INSTRUCTIONS TO FOLLOW:
Begin at the line below that has "Assert.True((sum - time).IsZero);" and stop after the line that has "share between threads.</summary>". Please restate only those lines, word for word.

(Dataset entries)
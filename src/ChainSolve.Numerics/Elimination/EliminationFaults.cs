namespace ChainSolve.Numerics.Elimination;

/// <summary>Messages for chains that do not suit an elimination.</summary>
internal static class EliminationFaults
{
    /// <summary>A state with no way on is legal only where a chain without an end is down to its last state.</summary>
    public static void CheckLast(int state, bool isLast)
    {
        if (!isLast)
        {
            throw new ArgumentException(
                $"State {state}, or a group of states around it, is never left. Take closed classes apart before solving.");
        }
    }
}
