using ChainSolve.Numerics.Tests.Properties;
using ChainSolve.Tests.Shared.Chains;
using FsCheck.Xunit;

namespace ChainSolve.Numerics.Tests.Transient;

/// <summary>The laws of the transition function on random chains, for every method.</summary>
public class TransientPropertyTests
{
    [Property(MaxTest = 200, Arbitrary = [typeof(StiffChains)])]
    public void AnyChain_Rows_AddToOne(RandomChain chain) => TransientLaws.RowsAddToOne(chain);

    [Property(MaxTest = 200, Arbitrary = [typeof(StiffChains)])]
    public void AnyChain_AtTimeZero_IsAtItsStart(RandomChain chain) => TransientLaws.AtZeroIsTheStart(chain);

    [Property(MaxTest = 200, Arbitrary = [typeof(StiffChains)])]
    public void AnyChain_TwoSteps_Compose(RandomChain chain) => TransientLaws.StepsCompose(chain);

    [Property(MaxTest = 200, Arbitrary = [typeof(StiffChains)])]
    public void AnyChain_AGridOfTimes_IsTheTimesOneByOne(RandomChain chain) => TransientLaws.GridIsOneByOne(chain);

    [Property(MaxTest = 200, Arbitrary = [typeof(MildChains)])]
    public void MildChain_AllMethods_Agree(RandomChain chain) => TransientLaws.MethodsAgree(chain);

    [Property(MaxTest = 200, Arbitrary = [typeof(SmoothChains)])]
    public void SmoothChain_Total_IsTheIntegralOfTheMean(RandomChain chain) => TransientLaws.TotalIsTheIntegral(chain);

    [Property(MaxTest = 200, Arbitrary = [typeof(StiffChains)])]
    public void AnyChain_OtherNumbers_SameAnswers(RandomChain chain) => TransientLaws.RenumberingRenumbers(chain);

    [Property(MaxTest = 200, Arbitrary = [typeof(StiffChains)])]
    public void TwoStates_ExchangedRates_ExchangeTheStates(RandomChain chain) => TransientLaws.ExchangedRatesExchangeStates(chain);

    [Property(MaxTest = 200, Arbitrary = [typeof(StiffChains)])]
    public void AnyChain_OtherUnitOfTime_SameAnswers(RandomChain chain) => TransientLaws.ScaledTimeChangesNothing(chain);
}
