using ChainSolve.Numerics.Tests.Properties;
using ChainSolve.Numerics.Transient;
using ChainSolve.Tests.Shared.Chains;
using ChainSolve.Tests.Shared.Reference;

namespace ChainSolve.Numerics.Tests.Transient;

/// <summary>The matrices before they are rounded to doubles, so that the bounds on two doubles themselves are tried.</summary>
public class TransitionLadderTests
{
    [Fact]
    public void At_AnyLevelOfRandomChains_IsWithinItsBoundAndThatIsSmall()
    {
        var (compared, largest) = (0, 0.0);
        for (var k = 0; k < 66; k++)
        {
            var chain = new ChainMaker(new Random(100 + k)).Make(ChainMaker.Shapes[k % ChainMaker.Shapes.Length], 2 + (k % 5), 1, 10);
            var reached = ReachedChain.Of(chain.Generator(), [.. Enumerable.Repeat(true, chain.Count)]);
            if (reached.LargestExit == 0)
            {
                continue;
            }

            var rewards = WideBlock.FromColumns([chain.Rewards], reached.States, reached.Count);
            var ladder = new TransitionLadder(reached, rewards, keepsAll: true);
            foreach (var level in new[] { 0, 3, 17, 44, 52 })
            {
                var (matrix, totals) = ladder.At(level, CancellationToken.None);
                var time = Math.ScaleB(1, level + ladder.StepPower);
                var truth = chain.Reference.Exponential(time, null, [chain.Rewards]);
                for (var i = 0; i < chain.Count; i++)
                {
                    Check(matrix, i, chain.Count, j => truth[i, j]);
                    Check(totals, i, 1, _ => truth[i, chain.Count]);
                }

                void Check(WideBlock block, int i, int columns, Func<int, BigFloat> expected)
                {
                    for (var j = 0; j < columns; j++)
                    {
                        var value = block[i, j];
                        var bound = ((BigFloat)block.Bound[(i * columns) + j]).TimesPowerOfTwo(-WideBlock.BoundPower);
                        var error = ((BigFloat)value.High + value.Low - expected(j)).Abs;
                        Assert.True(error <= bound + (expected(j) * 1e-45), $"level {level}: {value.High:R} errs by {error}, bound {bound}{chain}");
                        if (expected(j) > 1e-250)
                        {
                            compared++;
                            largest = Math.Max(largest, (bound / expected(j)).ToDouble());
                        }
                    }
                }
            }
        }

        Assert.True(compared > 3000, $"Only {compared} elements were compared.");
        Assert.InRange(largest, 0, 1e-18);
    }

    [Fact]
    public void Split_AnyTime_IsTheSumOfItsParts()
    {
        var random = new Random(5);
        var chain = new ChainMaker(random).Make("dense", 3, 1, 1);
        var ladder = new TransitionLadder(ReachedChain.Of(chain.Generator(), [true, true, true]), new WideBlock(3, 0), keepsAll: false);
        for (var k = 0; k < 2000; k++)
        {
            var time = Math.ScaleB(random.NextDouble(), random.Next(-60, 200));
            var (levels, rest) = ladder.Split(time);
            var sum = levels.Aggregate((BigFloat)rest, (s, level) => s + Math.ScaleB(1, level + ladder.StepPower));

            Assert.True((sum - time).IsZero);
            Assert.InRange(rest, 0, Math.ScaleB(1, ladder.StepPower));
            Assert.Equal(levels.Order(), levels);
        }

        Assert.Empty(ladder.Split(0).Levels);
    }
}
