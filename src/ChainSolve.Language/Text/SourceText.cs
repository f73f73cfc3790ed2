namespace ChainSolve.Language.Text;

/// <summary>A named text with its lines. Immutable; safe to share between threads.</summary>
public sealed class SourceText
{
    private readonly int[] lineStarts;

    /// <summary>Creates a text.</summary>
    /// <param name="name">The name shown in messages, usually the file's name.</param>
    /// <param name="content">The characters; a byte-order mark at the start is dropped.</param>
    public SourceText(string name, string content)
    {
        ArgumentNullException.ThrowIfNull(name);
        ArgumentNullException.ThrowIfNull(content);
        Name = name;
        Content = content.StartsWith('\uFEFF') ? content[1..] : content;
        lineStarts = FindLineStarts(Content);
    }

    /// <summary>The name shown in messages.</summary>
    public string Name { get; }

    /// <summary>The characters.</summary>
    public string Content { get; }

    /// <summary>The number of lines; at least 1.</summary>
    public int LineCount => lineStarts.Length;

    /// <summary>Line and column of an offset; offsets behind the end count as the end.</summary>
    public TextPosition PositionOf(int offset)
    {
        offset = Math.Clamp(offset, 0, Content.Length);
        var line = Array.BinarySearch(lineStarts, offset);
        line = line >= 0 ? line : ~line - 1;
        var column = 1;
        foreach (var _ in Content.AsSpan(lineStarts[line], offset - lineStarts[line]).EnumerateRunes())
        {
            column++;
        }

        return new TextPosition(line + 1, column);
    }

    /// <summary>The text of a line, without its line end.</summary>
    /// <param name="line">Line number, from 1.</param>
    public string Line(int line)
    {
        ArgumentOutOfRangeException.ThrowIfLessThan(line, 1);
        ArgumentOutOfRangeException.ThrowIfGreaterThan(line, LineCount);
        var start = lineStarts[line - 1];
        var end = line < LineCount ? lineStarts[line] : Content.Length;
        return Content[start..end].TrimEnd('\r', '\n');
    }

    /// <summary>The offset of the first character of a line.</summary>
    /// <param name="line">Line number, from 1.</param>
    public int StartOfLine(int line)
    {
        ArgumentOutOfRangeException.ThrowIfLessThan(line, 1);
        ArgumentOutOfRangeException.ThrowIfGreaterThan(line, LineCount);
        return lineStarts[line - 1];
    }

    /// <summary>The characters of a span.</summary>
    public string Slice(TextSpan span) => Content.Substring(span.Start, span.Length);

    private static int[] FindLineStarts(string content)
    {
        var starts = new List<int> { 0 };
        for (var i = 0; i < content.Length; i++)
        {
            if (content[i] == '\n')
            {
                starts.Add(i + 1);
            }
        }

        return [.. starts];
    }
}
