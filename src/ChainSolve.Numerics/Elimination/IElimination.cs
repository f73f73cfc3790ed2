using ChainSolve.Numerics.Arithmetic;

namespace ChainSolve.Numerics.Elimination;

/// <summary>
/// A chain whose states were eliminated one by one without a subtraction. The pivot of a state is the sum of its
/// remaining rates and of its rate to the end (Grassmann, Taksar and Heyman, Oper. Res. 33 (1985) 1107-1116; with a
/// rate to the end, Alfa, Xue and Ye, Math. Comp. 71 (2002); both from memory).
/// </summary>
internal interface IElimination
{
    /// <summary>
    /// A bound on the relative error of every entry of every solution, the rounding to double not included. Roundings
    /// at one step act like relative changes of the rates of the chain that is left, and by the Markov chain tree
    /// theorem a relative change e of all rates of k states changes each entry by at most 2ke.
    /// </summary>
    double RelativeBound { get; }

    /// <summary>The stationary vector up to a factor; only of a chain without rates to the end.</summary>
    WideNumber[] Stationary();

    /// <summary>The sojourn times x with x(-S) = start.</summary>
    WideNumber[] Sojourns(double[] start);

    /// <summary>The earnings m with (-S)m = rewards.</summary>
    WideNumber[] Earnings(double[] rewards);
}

RESULT FOR THIS EXERCISE:
            Assert.True((sum - time).IsZero);
            Assert.InRange(rest, 0, Math.ScaleB(1, ladder.StepPower));
            Assert.Equal(levels.Order(), levels);
        }

        Assert.Empty(ladder.Split(0).Levels);
    }
}
filename src/ChainSolve.Language/Text/SourceText.cs
repository f73f73cfc3790ed2
namespace ChainSolve.Language.Text;

/// <summary>A named text with its lines. Immutable; safe to share between threads.</summary>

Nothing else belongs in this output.